PROBLEM STATEMENT:
Restate, word for word, the lines from the opening line of the data through the line containing "for (const version of versions)", both included, and nothing else.

(INFORMATION SUPPLIED Opens)

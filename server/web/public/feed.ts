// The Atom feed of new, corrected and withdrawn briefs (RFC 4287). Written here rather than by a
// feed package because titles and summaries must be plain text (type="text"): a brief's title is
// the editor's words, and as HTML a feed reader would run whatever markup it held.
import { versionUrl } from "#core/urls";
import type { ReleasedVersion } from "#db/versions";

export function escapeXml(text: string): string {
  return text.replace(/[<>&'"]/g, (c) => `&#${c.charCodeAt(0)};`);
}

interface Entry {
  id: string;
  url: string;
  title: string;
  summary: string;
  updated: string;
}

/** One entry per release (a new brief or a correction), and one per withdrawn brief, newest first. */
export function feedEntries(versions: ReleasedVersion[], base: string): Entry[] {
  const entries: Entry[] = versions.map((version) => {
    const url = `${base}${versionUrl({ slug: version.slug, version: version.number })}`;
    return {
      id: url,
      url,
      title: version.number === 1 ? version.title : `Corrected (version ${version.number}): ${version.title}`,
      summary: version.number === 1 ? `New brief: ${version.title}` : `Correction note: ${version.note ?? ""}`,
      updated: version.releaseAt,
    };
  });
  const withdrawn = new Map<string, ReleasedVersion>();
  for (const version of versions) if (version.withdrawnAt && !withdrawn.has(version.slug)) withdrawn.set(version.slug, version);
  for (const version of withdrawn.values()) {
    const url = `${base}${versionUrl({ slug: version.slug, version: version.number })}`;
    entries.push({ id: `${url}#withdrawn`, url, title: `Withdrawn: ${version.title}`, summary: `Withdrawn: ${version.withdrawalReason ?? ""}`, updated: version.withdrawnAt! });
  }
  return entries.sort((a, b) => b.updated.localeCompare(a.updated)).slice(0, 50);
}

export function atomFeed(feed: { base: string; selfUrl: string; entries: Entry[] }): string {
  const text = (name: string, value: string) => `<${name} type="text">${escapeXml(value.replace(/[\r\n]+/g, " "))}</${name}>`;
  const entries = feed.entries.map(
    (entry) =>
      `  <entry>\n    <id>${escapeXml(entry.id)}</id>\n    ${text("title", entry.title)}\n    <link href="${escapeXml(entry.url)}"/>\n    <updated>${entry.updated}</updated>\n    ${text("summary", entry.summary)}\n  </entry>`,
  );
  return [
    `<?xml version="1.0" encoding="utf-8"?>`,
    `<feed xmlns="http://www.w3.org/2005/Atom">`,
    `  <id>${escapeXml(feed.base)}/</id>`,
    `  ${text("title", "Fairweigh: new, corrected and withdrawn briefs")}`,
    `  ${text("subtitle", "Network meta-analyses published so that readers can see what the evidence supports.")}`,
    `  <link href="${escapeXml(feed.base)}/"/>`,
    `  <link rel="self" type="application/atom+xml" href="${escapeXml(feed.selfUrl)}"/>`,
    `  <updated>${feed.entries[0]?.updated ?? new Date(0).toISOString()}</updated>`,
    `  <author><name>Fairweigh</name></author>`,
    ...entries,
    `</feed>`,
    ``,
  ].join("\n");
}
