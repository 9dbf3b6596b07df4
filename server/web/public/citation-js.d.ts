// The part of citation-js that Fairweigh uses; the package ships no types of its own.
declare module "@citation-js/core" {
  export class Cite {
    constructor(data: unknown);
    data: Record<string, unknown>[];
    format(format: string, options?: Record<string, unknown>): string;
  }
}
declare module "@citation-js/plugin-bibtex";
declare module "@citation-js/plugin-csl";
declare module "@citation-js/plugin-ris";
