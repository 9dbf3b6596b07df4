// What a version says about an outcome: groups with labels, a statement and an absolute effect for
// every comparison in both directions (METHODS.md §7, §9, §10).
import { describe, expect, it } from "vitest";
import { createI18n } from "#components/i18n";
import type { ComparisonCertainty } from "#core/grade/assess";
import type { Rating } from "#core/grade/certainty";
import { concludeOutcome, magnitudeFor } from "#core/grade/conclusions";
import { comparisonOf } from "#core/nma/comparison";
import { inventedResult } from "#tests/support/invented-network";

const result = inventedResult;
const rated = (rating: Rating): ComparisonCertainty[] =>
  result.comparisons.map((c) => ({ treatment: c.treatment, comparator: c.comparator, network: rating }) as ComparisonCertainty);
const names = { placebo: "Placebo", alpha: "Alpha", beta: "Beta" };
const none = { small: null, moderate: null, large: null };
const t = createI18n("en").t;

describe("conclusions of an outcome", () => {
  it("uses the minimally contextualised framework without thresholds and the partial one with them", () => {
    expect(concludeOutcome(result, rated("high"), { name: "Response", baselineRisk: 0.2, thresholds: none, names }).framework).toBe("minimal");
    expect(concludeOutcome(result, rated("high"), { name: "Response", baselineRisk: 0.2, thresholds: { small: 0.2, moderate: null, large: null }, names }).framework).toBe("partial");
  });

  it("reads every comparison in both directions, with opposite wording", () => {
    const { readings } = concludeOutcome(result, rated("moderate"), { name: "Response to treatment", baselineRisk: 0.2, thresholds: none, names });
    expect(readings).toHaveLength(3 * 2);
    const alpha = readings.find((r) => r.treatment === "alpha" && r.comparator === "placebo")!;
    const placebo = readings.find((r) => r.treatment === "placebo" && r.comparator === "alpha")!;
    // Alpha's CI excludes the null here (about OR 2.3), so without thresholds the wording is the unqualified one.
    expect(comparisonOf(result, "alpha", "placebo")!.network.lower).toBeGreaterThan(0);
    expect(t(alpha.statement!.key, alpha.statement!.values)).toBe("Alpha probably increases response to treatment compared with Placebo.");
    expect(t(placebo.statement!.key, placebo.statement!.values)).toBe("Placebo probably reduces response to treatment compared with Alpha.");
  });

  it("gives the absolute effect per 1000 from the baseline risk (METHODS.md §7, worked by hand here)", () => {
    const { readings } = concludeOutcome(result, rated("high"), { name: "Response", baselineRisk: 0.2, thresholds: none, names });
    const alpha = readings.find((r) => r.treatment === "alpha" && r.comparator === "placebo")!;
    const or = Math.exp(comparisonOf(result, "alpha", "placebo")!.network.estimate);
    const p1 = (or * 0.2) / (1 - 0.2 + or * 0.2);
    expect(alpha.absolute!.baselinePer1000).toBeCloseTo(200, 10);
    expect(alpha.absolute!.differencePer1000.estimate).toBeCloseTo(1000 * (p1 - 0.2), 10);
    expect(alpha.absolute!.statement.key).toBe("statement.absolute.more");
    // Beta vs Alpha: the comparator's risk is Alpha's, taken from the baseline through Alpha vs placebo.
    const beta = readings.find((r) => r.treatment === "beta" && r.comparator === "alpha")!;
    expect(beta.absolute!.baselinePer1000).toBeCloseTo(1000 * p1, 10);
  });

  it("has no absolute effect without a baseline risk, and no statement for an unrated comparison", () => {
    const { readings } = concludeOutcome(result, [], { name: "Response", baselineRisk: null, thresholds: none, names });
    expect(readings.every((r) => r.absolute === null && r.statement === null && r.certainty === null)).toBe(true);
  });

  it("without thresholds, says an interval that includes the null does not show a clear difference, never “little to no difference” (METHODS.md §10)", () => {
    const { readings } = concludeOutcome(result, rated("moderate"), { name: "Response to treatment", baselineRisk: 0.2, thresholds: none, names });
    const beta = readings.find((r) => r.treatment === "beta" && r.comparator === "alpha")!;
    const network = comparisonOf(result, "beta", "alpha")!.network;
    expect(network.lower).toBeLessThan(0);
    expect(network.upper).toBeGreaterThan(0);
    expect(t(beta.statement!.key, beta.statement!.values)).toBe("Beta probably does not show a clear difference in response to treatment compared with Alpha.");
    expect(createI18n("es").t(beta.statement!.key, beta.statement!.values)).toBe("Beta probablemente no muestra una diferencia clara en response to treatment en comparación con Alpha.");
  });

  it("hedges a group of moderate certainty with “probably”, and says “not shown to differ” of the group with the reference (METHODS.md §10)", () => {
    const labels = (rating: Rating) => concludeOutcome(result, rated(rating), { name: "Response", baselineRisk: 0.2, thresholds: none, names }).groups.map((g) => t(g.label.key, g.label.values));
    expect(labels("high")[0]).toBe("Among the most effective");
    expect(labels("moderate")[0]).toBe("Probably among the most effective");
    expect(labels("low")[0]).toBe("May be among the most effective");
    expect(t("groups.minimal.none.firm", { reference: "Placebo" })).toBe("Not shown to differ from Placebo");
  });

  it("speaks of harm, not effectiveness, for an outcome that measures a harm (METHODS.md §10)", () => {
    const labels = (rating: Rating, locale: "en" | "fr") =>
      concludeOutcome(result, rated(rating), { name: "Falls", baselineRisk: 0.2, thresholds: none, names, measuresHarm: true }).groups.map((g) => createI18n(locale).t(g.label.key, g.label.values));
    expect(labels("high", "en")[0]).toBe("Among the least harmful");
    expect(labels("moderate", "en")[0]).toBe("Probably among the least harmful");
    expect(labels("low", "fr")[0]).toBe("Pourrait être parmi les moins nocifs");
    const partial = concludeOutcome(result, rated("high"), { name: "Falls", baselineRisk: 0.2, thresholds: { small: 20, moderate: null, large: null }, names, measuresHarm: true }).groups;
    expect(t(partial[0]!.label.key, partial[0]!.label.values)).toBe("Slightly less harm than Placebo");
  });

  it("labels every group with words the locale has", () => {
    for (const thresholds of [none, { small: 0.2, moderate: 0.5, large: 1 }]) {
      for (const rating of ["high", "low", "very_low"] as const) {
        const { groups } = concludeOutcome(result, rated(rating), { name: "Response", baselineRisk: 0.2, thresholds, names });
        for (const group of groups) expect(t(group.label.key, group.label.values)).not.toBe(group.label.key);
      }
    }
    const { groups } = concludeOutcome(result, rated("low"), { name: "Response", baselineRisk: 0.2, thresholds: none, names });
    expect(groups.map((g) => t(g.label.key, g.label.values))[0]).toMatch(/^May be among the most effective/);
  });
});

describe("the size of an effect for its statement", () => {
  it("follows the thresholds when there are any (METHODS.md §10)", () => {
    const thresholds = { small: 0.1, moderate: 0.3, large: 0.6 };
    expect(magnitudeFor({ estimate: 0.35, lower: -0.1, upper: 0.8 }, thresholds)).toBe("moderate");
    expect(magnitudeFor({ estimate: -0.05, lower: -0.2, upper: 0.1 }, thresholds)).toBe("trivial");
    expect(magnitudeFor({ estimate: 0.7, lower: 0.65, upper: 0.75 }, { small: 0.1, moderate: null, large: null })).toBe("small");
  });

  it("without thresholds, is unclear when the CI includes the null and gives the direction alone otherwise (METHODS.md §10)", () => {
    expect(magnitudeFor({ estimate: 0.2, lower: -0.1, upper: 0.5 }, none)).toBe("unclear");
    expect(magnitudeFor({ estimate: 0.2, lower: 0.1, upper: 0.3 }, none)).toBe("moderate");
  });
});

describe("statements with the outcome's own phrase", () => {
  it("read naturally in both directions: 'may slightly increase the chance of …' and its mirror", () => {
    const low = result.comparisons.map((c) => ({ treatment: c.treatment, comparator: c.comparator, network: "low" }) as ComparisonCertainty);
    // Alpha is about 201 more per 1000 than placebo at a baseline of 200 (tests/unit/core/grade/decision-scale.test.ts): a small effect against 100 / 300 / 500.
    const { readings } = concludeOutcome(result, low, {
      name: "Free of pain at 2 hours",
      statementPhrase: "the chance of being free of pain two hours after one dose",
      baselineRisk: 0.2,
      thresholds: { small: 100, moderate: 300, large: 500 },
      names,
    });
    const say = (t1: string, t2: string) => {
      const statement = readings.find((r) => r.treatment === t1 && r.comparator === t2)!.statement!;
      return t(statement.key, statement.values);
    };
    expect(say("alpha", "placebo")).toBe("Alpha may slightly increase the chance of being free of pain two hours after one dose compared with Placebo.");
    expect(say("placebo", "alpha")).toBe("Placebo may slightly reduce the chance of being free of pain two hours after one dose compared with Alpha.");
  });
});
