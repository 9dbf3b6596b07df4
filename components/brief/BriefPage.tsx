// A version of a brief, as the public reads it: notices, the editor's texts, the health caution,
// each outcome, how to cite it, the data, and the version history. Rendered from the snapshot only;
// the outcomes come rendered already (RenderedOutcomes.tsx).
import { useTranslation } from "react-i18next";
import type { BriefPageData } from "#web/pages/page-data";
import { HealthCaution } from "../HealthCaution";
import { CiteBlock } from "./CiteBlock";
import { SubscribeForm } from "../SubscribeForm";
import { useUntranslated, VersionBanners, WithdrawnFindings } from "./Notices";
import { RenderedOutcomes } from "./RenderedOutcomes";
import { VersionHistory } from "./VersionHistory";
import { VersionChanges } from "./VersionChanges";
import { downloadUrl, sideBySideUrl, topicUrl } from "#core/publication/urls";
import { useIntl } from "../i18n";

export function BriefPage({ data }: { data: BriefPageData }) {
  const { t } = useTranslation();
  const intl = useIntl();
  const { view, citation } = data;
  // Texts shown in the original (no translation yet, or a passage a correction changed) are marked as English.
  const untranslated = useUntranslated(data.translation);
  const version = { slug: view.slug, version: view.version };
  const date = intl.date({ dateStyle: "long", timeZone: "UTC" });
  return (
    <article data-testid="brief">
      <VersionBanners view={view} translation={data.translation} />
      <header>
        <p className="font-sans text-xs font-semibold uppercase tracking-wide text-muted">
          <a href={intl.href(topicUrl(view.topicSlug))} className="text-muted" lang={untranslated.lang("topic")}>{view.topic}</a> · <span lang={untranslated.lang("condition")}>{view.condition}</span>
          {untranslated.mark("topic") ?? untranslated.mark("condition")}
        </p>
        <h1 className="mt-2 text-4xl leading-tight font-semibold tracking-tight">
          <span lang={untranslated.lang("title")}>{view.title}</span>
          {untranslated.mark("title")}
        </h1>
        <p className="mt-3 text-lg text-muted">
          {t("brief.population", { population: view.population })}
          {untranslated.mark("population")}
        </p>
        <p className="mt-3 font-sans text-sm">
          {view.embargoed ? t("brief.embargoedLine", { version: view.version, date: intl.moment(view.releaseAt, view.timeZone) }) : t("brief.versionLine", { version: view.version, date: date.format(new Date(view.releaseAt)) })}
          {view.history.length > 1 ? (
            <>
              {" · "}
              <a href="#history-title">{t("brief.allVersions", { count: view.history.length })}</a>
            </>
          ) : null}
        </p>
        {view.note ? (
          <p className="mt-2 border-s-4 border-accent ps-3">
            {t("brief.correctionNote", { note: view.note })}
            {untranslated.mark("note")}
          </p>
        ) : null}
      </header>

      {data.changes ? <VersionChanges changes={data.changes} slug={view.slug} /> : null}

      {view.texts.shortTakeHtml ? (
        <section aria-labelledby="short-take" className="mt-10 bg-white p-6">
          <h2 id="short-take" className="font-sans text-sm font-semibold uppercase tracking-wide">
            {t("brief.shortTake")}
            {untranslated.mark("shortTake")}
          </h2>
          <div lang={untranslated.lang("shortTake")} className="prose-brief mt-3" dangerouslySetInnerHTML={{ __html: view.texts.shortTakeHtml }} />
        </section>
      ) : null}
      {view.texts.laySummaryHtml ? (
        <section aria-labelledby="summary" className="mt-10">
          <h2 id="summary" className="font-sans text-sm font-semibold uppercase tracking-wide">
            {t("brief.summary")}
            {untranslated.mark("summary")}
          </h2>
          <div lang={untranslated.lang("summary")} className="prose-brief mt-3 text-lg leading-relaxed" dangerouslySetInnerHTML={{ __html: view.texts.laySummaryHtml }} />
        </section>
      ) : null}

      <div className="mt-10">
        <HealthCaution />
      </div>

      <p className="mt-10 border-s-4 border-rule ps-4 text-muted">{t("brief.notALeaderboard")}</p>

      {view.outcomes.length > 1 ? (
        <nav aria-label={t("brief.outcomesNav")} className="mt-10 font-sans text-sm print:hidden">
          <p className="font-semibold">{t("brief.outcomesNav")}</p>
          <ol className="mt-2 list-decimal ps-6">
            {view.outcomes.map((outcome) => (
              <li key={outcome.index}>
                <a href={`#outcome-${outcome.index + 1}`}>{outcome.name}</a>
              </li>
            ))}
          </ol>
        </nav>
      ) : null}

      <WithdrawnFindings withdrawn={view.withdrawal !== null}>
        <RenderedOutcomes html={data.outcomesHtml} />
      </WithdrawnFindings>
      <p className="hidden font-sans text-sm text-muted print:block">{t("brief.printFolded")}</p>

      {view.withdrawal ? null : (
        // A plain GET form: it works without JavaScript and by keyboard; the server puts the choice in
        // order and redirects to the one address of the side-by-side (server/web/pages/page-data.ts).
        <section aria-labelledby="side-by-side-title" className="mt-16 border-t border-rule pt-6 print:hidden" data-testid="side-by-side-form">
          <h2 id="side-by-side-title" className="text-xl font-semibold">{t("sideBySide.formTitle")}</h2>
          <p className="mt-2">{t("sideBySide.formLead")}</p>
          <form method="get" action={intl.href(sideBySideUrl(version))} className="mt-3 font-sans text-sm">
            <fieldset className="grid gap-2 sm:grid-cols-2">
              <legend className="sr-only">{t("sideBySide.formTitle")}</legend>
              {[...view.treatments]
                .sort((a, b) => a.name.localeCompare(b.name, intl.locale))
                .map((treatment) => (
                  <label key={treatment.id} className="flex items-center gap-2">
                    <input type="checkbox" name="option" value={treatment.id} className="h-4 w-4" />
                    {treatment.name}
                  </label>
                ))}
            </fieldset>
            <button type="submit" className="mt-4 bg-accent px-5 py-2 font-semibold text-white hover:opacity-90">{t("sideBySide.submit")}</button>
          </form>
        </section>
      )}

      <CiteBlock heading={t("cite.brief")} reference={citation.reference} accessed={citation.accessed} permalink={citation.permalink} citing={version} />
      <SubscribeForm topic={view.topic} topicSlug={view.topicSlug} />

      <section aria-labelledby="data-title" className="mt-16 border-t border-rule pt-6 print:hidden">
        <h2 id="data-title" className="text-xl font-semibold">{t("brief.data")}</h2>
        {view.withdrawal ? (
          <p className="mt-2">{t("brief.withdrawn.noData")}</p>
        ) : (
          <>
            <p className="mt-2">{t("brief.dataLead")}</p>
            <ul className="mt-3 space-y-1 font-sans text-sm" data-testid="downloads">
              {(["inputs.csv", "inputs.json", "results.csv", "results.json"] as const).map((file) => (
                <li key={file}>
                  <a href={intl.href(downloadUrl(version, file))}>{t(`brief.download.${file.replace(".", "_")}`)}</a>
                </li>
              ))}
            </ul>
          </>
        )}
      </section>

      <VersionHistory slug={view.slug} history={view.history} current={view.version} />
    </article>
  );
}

(INFORMATION SUPPLIED Closes)

REPLY:
filename server/web/public/feed.ts
// The Atom feed of new, corrected and withdrawn briefs (RFC 4287). Written here rather than by a
// feed package because titles and summaries must be plain text (type="text"): a brief's title is
// the editor's words, and as HTML a feed reader would run whatever markup it held.
import { versionUrl } from "#core/urls";
import type { ReleasedVersion } from "#db/versions";

export function escapeXml(text: string): string {
  return text.replace(/[<>&'"]/g, (c) => `&#${c.charCodeAt(0)};`);
}

interface Entry {
  id: string;
  url: string;
  title: string;
  summary: string;
  updated: string;
}

/** One entry per release (a new brief or a correction), and one per withdrawn brief, newest first. */
export function feedEntries(versions: ReleasedVersion[], base: string): Entry[] {
  const entries: Entry[] = versions.map((version) => {
    const url = `${base}${versionUrl({ slug: version.slug, version: version.number })}`;
    return {
      id: url,
      url,
      title: version.number === 1 ? version.title : `Corrected (version ${version.number}): ${version.title}`,
      summary: version.number === 1 ? `New brief: ${version.title}` : `Correction note: ${version.note ?? ""}`,
      updated: version.releaseAt,
    };
  });
  const withdrawn = new Map<string, ReleasedVersion>();
  for (const version of versions) if (version.withdrawnAt && !withdrawn.has(version.slug)) withdrawn.set(version.slug, version);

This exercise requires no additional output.